» Task details
Every line of the records below that holds the word "fromFrozen" should be copied out.
::: Records supplied
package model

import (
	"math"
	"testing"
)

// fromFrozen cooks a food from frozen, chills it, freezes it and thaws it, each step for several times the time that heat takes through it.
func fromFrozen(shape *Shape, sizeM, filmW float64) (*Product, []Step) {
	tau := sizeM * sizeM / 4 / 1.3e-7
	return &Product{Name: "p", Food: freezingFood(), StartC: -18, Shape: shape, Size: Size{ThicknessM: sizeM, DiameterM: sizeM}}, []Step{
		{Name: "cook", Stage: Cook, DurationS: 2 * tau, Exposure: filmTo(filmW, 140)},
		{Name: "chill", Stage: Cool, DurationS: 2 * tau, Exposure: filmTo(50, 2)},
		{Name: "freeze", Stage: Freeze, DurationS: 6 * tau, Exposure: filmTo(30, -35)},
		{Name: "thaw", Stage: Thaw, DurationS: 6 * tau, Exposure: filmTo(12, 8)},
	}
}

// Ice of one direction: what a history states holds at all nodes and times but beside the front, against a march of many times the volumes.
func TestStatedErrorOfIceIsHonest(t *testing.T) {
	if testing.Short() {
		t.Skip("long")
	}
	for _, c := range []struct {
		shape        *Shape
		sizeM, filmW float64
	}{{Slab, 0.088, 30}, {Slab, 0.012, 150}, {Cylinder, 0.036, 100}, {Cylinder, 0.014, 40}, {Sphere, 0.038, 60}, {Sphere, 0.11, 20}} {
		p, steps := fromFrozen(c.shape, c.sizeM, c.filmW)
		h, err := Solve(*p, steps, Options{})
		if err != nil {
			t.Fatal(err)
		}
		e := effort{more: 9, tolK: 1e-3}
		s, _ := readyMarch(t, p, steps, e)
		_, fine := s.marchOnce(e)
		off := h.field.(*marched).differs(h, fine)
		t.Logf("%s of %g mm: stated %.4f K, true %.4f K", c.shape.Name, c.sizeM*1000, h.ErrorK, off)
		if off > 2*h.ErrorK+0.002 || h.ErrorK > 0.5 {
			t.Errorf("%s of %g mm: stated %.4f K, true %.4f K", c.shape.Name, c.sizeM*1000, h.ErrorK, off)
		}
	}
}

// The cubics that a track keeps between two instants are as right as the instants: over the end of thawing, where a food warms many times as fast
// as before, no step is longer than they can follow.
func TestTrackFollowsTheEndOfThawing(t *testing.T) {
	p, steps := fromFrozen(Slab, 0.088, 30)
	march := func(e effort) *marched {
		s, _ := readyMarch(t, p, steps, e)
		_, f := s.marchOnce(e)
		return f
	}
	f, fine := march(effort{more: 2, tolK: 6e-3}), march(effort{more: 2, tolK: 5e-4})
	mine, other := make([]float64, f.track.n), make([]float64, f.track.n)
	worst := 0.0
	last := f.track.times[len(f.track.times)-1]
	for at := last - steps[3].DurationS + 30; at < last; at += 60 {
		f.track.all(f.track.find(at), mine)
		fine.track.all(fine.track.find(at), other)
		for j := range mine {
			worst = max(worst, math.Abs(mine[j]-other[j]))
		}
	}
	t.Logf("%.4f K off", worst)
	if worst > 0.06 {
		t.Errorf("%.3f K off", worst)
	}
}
::::::
» Answer to this task
// fromFrozen cooks a food from frozen, chills it, freezes it and thaws it, each step for several times the time that heat takes through it.
func fromFrozen(shape *Shape, sizeM, filmW float64) (*Product, []Step) {
		p, steps := fromFrozen(c.shape, c.sizeM, c.filmW)
	p, steps := fromFrozen(Slab, 0.088, 30)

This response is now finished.